# [PROBLEM TO SOLVE]
Give the number of lines in the records below that contain the word "Mapping", and nothing more.

# [DATA IN THIS EXERCISE]
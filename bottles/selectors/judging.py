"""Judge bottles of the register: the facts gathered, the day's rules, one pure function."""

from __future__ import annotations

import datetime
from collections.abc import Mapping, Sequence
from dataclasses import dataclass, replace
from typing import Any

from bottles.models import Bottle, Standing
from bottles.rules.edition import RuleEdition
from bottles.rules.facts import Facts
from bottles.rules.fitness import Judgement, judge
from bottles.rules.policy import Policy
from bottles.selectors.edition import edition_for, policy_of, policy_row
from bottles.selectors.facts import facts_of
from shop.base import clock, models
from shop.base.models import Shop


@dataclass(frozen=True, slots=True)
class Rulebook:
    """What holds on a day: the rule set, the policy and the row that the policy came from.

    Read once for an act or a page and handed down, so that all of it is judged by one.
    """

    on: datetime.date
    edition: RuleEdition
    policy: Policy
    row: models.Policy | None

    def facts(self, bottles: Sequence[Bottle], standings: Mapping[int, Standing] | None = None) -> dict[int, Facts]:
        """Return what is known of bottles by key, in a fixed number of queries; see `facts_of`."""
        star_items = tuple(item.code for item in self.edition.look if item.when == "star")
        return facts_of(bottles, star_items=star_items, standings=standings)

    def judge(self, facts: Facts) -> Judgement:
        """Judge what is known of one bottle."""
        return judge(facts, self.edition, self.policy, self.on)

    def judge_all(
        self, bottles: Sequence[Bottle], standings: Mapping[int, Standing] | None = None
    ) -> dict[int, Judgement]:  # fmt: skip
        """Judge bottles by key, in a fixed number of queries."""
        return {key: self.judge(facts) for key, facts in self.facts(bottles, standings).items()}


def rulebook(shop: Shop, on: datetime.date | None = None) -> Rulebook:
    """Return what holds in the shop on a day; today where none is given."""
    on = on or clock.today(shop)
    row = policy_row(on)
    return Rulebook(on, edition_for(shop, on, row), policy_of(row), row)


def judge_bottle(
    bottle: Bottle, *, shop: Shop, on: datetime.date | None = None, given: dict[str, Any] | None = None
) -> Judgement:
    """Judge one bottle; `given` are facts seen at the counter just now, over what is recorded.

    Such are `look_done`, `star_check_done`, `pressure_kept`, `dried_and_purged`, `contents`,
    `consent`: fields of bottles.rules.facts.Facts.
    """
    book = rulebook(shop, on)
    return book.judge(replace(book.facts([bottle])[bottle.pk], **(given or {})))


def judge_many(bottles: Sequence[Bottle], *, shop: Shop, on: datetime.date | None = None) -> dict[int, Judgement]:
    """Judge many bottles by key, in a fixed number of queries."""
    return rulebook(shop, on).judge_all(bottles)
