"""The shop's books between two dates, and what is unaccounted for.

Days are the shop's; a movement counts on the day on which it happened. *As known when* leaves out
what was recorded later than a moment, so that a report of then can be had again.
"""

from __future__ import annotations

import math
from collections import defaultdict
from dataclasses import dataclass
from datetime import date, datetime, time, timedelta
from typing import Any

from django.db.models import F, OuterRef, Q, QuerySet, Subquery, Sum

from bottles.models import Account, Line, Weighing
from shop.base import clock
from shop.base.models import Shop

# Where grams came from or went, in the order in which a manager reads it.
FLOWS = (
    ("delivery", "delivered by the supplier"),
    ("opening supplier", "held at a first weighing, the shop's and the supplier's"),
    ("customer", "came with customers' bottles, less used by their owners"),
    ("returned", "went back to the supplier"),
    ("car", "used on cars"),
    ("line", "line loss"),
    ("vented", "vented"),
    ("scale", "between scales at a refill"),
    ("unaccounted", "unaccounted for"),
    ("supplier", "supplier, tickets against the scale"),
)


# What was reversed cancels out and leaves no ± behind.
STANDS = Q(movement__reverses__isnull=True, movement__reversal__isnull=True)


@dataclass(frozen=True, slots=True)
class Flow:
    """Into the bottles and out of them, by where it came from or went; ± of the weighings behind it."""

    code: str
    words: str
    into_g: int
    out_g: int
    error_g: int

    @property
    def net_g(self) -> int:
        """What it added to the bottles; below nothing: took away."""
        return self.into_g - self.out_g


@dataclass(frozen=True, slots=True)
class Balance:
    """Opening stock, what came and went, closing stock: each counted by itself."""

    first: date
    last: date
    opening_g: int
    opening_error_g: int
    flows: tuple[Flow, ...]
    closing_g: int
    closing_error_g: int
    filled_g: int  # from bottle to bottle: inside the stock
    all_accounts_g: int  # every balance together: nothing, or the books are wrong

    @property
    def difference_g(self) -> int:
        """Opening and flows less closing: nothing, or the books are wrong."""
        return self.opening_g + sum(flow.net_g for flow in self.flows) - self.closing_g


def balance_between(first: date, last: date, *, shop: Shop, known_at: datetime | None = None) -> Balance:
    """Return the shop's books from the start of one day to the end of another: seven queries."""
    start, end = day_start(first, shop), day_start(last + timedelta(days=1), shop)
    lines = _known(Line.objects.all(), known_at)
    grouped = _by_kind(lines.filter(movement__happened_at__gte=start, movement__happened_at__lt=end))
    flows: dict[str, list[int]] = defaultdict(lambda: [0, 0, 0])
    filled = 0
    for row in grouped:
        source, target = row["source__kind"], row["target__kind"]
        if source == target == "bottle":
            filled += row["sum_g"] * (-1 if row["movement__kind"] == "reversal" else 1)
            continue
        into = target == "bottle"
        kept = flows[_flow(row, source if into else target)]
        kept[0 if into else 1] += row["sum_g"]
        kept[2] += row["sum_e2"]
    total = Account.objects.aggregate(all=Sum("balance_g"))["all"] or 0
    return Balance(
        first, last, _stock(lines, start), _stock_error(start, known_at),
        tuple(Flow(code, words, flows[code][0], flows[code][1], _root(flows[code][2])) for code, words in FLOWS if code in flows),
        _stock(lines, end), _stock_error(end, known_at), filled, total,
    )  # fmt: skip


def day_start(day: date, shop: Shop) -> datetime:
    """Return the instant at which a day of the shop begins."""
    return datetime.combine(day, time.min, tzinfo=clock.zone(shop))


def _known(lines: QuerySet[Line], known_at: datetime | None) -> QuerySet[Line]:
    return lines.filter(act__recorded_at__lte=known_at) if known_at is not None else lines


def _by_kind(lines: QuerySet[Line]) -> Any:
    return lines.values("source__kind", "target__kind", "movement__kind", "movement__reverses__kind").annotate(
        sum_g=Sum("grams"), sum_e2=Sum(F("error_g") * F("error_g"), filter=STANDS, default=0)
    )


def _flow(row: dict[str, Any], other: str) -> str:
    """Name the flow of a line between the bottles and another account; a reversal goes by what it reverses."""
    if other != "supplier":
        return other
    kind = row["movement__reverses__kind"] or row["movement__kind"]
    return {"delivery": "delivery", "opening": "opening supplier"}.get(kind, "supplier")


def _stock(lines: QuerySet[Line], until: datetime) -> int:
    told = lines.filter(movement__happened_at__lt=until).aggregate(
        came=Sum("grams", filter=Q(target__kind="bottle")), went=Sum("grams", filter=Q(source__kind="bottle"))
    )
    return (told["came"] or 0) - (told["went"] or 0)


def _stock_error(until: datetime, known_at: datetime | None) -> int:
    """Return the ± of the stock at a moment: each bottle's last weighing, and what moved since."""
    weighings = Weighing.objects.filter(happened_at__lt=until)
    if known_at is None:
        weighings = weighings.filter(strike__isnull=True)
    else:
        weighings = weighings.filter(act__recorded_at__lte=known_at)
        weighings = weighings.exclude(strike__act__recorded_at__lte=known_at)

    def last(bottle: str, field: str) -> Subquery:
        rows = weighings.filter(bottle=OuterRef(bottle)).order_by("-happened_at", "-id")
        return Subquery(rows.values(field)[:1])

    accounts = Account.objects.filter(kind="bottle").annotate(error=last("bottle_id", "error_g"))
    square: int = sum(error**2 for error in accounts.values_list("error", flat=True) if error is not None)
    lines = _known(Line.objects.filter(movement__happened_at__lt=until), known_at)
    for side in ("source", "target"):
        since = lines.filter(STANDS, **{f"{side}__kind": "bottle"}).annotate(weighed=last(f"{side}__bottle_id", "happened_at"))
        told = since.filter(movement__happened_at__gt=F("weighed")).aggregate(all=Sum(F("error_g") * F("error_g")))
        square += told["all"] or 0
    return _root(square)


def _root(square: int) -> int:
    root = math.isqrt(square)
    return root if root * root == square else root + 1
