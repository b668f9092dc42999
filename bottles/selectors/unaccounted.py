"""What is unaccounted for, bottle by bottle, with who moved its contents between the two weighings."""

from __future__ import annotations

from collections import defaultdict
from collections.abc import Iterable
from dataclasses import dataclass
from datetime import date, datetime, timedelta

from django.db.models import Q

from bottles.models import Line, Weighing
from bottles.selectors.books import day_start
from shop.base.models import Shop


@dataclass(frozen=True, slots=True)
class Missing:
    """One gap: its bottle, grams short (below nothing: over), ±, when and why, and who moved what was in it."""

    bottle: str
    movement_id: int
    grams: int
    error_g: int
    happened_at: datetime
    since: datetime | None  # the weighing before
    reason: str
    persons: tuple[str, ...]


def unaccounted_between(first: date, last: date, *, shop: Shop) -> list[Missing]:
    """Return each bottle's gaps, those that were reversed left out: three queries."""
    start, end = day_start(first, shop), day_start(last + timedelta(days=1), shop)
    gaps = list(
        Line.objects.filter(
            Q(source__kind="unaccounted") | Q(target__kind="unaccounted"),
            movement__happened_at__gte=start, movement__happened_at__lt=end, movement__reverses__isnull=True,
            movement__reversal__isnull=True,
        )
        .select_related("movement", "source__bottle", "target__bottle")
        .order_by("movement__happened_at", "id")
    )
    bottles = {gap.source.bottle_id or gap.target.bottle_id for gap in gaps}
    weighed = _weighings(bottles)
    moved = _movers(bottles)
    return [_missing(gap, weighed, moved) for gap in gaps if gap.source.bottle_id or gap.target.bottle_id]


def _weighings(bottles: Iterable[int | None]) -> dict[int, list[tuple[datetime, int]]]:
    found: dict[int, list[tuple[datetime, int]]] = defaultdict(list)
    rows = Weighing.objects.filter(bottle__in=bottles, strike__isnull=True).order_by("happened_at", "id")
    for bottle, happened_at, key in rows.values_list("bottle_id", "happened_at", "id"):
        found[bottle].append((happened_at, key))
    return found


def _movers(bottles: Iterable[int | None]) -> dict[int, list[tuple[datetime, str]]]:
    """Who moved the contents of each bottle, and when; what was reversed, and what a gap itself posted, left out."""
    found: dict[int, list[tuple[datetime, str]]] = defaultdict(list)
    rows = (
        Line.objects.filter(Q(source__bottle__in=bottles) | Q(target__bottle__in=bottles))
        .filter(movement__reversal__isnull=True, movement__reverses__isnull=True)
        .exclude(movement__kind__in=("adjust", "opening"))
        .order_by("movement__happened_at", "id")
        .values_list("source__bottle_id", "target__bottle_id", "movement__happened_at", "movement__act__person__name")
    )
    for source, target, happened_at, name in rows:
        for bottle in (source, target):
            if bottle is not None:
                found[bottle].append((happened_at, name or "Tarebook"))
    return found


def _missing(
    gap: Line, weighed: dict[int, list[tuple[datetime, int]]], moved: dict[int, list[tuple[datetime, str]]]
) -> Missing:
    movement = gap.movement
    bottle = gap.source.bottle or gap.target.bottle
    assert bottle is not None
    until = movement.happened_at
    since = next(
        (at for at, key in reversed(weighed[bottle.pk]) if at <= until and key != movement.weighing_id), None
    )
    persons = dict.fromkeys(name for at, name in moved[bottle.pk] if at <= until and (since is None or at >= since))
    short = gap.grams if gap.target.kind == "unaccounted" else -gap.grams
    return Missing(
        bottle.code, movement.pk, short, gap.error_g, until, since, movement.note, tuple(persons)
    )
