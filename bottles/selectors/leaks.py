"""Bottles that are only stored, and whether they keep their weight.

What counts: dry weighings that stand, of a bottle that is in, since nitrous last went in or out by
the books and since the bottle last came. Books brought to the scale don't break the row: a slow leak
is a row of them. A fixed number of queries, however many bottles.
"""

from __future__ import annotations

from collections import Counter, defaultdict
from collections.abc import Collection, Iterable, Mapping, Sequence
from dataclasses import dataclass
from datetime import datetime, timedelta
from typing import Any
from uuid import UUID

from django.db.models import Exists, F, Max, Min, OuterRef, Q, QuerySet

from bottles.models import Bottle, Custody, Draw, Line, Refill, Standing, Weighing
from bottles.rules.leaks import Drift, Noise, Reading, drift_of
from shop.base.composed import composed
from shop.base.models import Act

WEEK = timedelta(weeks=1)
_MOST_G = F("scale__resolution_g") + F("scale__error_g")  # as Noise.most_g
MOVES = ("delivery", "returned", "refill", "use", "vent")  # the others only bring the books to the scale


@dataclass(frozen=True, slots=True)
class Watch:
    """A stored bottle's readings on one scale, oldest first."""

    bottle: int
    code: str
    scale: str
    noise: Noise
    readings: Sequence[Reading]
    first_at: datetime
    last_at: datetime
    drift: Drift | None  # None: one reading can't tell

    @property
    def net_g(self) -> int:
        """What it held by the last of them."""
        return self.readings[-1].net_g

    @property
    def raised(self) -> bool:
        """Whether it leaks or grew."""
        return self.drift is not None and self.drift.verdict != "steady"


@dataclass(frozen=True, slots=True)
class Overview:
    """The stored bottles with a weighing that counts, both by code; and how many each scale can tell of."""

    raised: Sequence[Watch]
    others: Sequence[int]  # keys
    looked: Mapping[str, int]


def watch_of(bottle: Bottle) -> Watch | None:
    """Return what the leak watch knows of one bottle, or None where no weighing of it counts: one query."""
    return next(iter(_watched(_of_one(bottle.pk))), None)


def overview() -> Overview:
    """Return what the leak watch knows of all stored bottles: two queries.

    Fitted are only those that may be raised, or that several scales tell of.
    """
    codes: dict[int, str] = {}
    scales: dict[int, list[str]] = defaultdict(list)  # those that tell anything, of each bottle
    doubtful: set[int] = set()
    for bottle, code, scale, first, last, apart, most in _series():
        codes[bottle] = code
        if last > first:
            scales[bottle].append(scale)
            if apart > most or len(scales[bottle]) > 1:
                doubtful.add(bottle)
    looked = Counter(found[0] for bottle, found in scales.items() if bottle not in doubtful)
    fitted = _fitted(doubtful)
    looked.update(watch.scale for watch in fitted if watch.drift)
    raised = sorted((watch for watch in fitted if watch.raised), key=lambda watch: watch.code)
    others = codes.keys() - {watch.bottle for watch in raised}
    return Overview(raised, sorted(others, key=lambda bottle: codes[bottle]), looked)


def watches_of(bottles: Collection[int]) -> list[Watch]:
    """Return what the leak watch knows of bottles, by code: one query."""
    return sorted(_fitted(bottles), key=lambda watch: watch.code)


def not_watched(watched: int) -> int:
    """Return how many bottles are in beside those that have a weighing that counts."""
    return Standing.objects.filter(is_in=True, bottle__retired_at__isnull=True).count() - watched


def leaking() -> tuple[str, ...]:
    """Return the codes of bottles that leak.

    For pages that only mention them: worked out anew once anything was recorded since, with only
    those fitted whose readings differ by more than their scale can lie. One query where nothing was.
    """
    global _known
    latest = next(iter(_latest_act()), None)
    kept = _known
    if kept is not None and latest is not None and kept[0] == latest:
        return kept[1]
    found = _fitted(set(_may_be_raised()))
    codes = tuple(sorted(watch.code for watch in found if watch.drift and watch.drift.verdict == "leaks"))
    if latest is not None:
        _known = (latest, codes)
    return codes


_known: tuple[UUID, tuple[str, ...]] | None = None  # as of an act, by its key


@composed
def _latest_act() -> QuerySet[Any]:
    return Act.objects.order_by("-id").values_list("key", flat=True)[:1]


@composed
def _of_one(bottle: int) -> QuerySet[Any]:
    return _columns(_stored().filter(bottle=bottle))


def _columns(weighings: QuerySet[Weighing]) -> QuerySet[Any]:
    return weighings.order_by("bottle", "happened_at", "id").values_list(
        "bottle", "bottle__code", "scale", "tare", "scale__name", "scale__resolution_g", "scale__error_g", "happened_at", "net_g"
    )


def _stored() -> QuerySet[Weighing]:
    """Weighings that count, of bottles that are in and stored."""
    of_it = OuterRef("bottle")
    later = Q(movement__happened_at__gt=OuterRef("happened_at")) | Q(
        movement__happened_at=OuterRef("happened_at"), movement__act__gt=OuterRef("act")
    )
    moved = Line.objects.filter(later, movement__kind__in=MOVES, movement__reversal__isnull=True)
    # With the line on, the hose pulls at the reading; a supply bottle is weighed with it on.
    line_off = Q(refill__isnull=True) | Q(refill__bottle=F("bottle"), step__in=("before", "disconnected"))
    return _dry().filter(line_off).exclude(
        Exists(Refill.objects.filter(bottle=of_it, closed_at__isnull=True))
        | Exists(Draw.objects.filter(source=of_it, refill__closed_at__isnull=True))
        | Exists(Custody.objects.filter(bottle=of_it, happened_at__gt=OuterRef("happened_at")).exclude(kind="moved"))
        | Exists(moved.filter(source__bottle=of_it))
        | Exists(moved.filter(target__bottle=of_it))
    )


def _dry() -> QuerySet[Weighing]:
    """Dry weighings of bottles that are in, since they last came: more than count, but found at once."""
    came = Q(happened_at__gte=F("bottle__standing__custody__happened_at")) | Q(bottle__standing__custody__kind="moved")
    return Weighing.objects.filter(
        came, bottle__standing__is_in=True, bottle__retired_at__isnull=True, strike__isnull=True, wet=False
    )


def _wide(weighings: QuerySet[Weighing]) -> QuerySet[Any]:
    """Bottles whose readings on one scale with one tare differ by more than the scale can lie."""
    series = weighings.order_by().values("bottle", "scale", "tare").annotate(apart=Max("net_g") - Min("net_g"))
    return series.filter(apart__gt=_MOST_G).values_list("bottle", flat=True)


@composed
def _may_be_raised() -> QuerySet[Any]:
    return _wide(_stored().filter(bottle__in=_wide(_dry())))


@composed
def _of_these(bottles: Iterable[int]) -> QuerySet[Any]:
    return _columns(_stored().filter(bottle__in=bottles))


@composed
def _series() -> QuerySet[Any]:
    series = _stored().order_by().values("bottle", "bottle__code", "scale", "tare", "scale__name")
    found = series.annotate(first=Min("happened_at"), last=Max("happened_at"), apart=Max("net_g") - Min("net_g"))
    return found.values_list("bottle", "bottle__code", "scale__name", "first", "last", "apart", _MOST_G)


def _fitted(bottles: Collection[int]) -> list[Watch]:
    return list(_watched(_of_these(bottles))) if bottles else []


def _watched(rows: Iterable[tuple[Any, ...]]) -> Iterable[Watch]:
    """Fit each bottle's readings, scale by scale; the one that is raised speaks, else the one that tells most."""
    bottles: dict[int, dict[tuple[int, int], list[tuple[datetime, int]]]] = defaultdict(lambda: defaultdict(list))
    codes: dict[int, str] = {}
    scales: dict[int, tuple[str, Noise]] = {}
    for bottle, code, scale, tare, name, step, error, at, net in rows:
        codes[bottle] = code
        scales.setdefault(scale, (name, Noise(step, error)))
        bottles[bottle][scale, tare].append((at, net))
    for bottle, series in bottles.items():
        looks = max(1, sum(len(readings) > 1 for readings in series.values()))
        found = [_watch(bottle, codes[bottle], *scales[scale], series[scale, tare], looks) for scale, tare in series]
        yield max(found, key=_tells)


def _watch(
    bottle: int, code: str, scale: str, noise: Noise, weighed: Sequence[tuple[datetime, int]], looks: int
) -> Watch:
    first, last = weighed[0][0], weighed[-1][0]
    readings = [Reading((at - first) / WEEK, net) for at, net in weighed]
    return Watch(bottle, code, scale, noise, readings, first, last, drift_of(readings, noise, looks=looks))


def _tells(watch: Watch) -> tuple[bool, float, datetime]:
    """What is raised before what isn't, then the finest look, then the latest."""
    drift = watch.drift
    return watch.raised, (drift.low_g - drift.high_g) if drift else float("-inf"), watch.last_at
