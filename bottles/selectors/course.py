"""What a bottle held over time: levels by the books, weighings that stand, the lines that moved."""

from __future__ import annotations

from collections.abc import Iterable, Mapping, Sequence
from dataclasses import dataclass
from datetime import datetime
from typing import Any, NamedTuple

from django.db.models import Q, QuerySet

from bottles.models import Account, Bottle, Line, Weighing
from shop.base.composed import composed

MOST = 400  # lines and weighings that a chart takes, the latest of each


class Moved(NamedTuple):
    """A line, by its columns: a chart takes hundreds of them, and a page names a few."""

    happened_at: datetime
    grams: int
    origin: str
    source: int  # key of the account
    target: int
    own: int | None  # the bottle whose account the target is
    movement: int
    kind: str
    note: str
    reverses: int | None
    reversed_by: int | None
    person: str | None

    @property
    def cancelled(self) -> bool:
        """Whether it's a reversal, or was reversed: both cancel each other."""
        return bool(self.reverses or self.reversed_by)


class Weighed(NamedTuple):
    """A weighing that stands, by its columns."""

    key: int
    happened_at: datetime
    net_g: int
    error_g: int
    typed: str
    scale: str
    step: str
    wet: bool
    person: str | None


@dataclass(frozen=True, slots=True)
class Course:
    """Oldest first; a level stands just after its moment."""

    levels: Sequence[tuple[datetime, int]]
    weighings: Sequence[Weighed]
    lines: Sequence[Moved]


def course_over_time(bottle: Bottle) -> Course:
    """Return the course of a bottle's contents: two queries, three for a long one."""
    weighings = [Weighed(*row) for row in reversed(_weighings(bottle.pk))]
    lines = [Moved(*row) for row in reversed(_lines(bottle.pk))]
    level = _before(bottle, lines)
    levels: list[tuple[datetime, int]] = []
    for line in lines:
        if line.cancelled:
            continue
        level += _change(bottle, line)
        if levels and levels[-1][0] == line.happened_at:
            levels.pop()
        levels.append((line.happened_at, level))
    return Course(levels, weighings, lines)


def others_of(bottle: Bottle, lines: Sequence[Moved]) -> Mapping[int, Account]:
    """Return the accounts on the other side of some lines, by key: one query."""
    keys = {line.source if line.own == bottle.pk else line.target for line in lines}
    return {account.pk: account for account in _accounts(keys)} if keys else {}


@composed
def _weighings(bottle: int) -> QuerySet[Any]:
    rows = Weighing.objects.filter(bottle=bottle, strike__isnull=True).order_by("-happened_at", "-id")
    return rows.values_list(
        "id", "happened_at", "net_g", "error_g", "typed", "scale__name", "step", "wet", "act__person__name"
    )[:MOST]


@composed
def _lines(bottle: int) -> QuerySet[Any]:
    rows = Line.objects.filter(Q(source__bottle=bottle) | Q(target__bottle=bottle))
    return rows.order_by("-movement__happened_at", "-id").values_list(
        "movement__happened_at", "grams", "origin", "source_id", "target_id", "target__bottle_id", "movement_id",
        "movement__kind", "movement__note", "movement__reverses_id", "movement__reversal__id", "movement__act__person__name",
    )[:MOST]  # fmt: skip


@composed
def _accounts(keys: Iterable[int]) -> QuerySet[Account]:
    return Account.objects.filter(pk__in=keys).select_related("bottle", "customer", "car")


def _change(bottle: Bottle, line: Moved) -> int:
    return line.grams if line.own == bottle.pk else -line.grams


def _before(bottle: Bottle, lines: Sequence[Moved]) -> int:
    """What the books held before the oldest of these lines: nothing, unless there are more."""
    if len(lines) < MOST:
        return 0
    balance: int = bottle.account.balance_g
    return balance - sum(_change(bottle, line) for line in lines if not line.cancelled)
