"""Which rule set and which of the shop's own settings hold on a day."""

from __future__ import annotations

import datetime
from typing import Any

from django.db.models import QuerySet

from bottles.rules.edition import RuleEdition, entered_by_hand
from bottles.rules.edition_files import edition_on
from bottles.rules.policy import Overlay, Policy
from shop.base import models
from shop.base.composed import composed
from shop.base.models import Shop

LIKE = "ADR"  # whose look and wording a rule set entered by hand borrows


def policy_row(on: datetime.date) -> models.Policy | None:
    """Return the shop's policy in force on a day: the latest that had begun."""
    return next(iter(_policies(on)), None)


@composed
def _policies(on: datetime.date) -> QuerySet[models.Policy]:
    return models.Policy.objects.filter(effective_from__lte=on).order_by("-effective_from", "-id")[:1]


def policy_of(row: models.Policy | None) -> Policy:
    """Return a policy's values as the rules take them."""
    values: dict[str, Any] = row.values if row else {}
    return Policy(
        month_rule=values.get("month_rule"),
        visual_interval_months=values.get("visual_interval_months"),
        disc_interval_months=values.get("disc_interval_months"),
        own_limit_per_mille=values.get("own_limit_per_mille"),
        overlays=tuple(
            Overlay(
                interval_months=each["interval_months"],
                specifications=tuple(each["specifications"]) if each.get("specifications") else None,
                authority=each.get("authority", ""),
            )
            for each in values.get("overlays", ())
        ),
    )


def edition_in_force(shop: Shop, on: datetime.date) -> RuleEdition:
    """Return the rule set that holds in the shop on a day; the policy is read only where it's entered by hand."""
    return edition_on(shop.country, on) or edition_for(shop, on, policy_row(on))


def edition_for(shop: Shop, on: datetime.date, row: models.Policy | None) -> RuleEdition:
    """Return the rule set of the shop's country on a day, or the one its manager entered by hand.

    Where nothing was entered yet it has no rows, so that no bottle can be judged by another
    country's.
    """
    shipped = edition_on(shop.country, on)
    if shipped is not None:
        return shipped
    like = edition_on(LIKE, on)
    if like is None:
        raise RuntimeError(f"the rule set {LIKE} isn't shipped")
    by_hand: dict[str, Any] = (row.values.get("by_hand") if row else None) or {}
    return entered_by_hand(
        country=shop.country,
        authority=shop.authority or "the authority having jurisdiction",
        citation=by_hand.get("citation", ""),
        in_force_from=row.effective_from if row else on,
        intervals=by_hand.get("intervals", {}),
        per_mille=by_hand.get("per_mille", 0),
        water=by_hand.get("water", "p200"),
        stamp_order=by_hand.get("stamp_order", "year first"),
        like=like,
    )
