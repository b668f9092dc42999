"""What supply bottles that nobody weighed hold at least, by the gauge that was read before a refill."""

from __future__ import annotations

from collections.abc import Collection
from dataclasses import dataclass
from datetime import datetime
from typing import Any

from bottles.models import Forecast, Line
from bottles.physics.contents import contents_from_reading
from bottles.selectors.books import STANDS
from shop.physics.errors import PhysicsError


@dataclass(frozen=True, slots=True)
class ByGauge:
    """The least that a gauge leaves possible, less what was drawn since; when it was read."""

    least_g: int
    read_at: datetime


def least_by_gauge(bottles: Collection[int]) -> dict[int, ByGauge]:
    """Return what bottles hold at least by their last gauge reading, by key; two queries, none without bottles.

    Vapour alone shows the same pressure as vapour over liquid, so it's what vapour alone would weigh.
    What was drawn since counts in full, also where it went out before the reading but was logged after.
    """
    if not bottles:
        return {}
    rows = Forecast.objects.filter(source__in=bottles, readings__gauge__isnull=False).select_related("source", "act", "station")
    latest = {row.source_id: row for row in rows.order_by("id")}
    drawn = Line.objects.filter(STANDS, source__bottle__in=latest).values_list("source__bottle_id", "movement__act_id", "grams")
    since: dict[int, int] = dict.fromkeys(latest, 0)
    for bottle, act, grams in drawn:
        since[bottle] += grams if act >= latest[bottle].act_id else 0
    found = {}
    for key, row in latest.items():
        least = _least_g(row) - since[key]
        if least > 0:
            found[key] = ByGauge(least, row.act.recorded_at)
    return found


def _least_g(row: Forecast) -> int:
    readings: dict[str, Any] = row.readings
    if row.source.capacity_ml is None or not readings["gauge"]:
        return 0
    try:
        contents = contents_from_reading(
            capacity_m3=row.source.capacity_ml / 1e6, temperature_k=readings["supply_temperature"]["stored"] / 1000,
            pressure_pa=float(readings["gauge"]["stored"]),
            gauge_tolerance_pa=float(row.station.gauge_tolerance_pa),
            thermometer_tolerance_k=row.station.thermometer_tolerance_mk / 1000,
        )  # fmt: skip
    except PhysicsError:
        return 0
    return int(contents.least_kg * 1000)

# [RESPONSE BELOW]
7